You can't perform that action at this time. You signed in with another tab or window. You signed out in another tab or…

github.com

1. Train station data in Japan

This project starts with ekidata.jp. You need a free account for the download, though. After the login is complete, click the ダウンロード (Download) tab and download the three CSV files.

Figure 1. Downloading the ekidata. Image by author.

These files contain the details of the Japanese train stations and lines, including their names and locations. Stations are connected via train lines. In this project, I only focus on the train network in Hokkaido (北海道). Moving forward, I want to supplement this data with population and elevation information sourced from Google Earth Engine.

2. Google Earth Engine API

I described my Google Earth Engine API in my previous article. In this project, I have added two functions. The first one returns the estimated number of people residing in each ~100x100m grid cell for a given latitude-longitude pair. The data is provided by the WorldPop dataset in GEE.

@app.get("/worldpop")
async def get_worldpop(lat: float, lon: float, start_date: datetime.date, end_date: datetime.date):
    dataset = "WorldPop/GP/100m/pop"

    point = ee.Geometry.Point([lon, lat])

    image_collection = generate_collection(point, dataset, start_date.strftime("%Y-%m-%d"), end_date.strftime("%Y-%m-%d"))

    result = None
    try:
        result = get_mean(image_collection, point, "population", 1, 100)
    except:
        result = None
    
    return {'result': result}

The second function returns the elevation data for a given location. The data is provided by the NASA NASADEM Digital Elevation 30m dataset.

@app.get("/elevation")
async def get_elevation(lat: float, lon: float):
    dataset = "NASA/NASADEM_HGT/001"

    point = ee.Geometry.Point([lon, lat])

    image = generate_image(dataset)

    scale_factor = 1

    elevation = None
    try:
        elevation = get_image_value(image, point, "elevation", scale_factor)
    except:
        elevation = None
    return {"result": {"elevation": elevation}}

Then I started the FastAPI service in ngrok. Afterward, I went through the stations and fetched their population and elevation values from GEE via the two APIs.
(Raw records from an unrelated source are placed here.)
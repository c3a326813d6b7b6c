"""The run store: one embedded SQLite file, one committed row per finished run.

A run is keyed by ``run_key(config, fingerprint, fold)``: sha256 of every
Config field, the data fingerprint and, for a backtest sweep, the fold (its
number and how the folds were made), so a killed sweep resumes fold by fold. A row is committed (WAL journal, full sync)
before the sweep starts the next run, so a killed sweep loses at most the run
in flight, and a second sweep over the same store runs only the missing keys.
Only the process that opened the store writes to it; parallel workers send
their results back to it.

Our files carry SQLite's application_id (``APPLICATION_ID``), so a database
that is not a run store is refused before anything is written to it. Two
sweeps (two processes) on one store share the work: a run is *claimed*
(a row in ``claims``) before it starts, and a run claimed by a live process
is left to it. A claim dies with its process (same host: the process is
gone) or after ``LEASE`` seconds.
"""
from __future__ import annotations

import datetime as _dt
import hashlib
import json
import math
import os
import socket
import sqlite3
import threading
import time
import uuid
from pathlib import Path
from typing import Dict, Iterable, List, Optional, Union

import pandas as pd

from ..data._config import Config

LAYOUT = 2  # bump when the table below changes (2: the fold column; layout-1 files gain it on opening)
APPLICATION_ID = 0x524E4E4B  # "RNNK": PRAGMA application_id of every run store we write
LEASE = 24 * 3600.0  # seconds after which a claim of a process on another host is taken over
_TABLE = """
CREATE TABLE IF NOT EXISTS runs (
    key TEXT PRIMARY KEY,       -- run_key(config, fingerprint, fold)
    config TEXT NOT NULL,       -- JSON object of every Config field
    fingerprint TEXT NOT NULL,  -- "sha256:..." of the data the run used
    status TEXT NOT NULL,       -- "ok", "diverged at epoch N", "stopped early at epoch N", "failed"
    epochs INTEGER NOT NULL,    -- epochs run
    seconds REAL NOT NULL,      -- wall time of the run
    compiles INTEGER NOT NULL,  -- training programs compiled for this run
    metrics TEXT NOT NULL,      -- JSON object: column name -> number or null
    message TEXT NOT NULL,      -- why a run failed ("" otherwise)
    finished TEXT NOT NULL,     -- ISO-8601 UTC
    fold TEXT NOT NULL DEFAULT ''  -- JSON {"fold": k, "folds": K, "scheme": ...} of a backtest run; '' otherwise
)"""
_CLAIMS = """
CREATE TABLE IF NOT EXISTS claims (
    key TEXT PRIMARY KEY,  -- run_key of a run some process is running now
    owner TEXT NOT NULL,   -- that process's RunStore (random id)
    host TEXT NOT NULL,    -- its host name
    pid INTEGER NOT NULL,  -- its process id
    at REAL NOT NULL       -- when it claimed the run (seconds since the epoch)
)"""
_OURS = {"runs", "layout", "claims", "weights"}
# The weights a run ended with, so that a finished sweep can show any run without training
# it again. A table of its own: stores written before it existed gain it on opening.
_WEIGHTS = """
CREATE TABLE IF NOT EXISTS weights (
    key TEXT PRIMARY KEY,       -- the run's key in runs
    params BLOB NOT NULL,       -- compressed .npz of U, V, b, W, c (read with allow_pickle=False)
    history TEXT NOT NULL,      -- JSON object: history column -> list of values (null for NaN)
    best_epoch INTEGER NOT NULL -- the epoch whose weights these are (0: the initial ones)
)"""
KEPT = ("params", "history", "best_epoch")  # a record's optional fields that go to `weights`
FIELDS = ("key", "config", "fingerprint", "status", "epochs", "seconds", "compiles",
          "metrics", "message", "finished", "fold")


def run_key(config: Config, fingerprint: str, fold: Optional[dict] = None) -> str:
    """sha256 hex of the run's full config, data fingerprint and fold (canonical JSON).

    ``fold`` None (a run on the config's own split) gives the key the store has
    always used, so stores of earlier sweeps resume.
    """
    what = {"config": config.to_dict(), "data": fingerprint}
    if fold is not None:
        what["fold"] = fold
    blob = json.dumps(what, sort_keys=True, separators=(",", ":"), allow_nan=False)
    return hashlib.sha256(blob.encode("utf-8")).hexdigest()


def _now() -> str:
    return _dt.datetime.now(_dt.timezone.utc).isoformat(timespec="seconds")


def _json_number(v):
    if v is None:
        return None
    v = float(v)
    return v if math.isfinite(v) else None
#Only stations in Hokkaido
target_pref = ["北海道"]

url = "[YOUR_NGROK_URL]"

for i, row in tqdm(station_df.iterrows()):
    station_cd = row["station_cd"]

    lat = row["lat"]
    lng = row["lon"]

    api_url = f"{url}/worldpop?lat={lat}&lon={lng}&start_date=2020-01-01&end_date=2021-01-01"
    result = requests.get(api_url).json()["result"]
    pop = None
    if result and "population_mean" in result:
        pop = result["population_mean"]
    
    elevation_url = f"{url}/elevation?lat={lat}&lon={lng}"
    result = requests.get(elevation_url).json()["result"]
    elevation = None
    if result and "elevation" in result:
        elevation = result["elevation"]
    
    station_id_detail[station_cd] = {"name": name, "lng": lng, "lat": lat, "pref": pref_name, "pop": pop, "elevation": elevation}

Once the data acquisition was complete, I put the stations into a node file and the lines into an edge file.

Figure 2. The node and edge files. Image by author.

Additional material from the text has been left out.